### Task goal:
Look through the entries below and report every line that has "Canvas".

━━━ Record extracts

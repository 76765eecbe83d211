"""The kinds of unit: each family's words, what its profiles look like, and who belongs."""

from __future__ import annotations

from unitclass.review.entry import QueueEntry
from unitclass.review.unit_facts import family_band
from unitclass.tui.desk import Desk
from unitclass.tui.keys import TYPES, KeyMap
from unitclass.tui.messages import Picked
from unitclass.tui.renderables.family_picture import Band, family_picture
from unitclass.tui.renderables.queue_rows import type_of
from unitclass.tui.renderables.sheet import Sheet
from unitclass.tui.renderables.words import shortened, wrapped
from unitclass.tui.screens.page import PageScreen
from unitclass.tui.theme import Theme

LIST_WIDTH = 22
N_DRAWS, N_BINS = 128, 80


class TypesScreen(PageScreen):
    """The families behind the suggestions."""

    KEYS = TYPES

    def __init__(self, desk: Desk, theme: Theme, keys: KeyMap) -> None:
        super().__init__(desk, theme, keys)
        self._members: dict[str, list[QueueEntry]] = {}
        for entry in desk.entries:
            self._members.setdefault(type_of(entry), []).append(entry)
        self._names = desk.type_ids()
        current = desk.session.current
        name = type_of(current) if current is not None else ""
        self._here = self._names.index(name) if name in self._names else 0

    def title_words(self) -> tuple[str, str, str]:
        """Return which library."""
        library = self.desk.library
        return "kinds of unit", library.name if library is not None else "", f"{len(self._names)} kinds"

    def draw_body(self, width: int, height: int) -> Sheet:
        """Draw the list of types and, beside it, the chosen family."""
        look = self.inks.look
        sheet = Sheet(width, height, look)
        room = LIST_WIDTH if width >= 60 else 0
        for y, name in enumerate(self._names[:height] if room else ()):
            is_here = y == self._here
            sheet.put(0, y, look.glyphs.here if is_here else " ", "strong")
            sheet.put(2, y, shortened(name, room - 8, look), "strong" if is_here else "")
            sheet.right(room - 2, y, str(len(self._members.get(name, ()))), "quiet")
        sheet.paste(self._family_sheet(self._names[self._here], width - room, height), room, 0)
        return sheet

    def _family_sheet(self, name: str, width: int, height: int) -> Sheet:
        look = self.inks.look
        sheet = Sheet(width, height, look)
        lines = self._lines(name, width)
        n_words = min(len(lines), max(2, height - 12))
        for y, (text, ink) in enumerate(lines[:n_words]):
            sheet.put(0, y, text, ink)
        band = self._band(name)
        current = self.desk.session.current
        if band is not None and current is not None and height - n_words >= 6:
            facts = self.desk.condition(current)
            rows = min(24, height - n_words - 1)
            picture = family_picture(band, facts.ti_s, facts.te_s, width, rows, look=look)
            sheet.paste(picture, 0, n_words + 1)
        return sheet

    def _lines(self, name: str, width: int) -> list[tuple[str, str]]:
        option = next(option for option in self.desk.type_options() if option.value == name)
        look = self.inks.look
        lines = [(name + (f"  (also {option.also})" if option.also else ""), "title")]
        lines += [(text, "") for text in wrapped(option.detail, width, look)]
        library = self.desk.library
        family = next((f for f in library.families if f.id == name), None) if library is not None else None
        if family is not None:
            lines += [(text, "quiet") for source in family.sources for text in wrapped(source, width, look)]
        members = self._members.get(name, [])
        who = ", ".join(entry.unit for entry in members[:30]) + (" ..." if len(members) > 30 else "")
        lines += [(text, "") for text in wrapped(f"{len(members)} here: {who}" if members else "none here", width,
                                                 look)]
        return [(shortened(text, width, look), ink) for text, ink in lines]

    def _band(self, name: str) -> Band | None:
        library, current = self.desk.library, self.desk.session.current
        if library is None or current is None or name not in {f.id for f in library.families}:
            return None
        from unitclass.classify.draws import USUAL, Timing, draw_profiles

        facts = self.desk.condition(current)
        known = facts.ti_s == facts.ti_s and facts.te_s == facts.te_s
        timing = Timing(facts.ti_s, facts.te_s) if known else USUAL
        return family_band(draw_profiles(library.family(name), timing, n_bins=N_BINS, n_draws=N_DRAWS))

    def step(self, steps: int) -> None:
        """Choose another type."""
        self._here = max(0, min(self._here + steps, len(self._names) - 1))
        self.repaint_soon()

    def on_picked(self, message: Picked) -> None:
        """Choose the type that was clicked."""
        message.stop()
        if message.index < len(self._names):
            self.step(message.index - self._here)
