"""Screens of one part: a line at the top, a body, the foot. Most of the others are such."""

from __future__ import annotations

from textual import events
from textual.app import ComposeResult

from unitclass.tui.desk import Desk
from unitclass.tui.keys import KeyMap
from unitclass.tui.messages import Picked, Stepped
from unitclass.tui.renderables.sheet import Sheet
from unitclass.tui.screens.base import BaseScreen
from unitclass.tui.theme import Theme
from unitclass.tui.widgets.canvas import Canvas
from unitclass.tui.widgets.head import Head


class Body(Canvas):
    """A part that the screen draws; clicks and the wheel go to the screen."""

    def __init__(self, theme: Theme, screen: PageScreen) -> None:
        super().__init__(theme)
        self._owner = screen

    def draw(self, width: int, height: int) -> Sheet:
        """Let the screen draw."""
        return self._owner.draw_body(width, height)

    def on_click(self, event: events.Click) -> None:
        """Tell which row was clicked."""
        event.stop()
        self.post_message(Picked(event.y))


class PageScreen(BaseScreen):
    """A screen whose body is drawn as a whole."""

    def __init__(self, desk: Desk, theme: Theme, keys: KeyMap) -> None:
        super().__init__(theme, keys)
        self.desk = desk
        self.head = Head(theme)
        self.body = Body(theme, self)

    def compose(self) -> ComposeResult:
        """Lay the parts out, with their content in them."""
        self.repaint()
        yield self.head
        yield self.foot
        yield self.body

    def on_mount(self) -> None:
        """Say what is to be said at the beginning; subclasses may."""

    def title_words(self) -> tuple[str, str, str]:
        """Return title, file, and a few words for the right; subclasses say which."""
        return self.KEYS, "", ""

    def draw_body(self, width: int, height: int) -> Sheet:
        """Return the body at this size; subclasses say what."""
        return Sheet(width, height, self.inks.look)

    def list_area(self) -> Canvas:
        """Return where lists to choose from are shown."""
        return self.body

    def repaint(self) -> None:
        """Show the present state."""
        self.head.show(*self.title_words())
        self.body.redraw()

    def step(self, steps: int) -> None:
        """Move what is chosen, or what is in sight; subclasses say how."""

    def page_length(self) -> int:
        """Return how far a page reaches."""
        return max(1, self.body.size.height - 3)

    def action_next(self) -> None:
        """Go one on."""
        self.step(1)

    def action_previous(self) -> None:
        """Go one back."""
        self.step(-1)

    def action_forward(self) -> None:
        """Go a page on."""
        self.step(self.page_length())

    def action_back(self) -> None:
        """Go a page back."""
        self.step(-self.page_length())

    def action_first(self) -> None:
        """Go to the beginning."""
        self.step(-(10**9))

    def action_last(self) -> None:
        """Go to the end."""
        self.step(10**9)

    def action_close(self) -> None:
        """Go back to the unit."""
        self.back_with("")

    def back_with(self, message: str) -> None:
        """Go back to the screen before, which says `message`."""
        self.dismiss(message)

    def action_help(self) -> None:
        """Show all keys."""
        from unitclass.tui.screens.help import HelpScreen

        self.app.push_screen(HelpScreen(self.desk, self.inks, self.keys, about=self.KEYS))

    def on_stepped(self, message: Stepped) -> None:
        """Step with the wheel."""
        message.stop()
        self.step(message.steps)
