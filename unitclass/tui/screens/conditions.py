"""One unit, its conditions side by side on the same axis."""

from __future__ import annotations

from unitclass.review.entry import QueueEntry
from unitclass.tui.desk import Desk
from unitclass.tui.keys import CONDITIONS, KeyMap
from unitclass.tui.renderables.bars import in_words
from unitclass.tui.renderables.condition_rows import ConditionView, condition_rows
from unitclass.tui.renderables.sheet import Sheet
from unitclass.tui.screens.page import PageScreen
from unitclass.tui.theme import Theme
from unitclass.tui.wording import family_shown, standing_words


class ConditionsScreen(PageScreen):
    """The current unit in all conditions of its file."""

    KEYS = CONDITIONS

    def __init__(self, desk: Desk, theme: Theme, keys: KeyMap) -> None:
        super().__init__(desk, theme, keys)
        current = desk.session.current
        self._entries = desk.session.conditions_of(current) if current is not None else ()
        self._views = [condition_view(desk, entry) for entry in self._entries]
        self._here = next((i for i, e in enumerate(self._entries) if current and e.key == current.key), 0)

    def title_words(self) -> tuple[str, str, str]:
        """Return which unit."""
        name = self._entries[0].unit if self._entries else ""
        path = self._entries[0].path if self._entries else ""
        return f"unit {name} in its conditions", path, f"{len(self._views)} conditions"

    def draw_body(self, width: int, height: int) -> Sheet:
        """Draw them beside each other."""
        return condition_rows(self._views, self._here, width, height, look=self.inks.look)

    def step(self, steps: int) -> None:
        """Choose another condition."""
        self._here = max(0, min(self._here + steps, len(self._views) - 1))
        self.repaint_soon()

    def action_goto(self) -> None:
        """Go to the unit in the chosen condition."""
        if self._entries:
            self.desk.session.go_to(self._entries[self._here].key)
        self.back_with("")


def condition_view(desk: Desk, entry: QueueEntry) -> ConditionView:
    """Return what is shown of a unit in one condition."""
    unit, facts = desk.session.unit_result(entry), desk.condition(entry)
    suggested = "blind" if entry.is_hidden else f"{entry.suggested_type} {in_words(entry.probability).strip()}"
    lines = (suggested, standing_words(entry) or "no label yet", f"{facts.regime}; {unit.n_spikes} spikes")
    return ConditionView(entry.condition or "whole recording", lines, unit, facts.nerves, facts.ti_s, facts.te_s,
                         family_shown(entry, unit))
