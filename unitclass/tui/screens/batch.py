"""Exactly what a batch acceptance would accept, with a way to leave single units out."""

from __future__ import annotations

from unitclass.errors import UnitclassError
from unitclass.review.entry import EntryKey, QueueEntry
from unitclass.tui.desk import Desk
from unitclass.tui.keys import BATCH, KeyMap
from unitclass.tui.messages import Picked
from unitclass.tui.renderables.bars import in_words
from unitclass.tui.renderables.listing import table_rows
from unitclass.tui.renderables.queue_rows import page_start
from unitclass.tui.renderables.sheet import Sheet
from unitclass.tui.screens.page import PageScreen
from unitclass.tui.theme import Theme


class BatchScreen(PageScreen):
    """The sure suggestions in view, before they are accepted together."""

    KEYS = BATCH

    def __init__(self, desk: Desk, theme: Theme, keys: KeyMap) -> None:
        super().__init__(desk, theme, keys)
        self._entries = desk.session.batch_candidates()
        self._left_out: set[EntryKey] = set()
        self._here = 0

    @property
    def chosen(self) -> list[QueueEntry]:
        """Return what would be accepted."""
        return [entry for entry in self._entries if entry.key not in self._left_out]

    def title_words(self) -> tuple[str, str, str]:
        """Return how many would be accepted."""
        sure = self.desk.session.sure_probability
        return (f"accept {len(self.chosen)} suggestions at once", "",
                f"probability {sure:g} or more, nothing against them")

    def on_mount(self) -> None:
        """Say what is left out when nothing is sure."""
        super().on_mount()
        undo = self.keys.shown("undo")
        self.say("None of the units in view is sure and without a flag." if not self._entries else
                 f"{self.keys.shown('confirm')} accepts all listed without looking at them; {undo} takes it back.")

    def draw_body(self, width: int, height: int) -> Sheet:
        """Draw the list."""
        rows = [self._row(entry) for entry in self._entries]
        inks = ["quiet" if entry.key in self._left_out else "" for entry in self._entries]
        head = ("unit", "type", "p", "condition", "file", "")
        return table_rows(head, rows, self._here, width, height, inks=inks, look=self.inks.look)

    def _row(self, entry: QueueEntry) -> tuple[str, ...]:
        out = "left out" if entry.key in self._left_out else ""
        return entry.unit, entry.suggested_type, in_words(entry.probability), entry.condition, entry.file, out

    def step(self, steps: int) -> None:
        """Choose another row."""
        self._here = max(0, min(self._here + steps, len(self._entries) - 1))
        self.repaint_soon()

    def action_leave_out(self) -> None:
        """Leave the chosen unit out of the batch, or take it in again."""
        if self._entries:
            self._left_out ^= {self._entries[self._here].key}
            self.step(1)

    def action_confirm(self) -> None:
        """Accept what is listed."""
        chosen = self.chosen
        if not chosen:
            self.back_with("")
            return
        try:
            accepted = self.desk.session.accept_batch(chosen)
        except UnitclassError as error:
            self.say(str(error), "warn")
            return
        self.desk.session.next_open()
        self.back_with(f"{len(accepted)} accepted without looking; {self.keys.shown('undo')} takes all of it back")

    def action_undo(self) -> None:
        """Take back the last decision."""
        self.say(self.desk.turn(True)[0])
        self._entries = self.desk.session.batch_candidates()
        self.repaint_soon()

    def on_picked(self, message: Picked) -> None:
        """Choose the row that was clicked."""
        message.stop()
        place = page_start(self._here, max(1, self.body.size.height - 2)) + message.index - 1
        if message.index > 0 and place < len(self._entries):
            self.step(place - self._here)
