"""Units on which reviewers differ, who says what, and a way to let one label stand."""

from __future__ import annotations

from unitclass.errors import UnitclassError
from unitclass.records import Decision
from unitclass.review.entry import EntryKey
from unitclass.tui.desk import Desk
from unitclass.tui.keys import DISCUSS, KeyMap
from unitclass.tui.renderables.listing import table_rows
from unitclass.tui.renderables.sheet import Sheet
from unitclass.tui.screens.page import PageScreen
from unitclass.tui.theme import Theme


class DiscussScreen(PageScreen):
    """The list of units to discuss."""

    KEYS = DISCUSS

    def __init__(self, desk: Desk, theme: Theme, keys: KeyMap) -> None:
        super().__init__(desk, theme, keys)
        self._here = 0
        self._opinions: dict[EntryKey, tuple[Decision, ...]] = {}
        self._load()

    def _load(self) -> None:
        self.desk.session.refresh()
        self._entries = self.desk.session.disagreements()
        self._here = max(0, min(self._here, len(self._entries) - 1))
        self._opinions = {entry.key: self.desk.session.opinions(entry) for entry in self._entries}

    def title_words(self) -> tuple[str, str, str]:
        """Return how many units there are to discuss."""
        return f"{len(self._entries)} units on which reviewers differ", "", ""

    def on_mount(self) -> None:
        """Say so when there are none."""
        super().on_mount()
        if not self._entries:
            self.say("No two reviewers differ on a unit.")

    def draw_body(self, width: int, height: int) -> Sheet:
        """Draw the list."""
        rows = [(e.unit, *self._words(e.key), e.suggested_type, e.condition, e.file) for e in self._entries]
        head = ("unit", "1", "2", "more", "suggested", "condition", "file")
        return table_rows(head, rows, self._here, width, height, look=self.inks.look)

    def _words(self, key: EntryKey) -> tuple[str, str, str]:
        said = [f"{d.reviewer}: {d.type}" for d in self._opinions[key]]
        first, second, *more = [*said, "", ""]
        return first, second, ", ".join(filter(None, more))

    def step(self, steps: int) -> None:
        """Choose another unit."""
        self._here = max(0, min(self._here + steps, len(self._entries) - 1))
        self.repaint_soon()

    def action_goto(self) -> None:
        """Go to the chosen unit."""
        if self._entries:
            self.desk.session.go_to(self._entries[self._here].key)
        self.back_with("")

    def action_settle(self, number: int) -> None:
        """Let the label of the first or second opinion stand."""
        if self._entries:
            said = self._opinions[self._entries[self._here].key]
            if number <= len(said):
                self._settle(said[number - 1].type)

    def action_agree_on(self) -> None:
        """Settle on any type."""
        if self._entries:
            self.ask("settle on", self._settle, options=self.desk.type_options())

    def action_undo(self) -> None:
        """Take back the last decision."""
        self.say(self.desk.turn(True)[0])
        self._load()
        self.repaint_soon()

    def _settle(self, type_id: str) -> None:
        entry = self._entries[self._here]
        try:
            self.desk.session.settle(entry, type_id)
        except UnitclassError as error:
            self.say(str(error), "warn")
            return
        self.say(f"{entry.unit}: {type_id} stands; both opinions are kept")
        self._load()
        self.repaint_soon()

━━━━━━

### Solution to this task:
from unitclass.tui.widgets.canvas import Canvas
class Body(Canvas):
    def list_area(self) -> Canvas:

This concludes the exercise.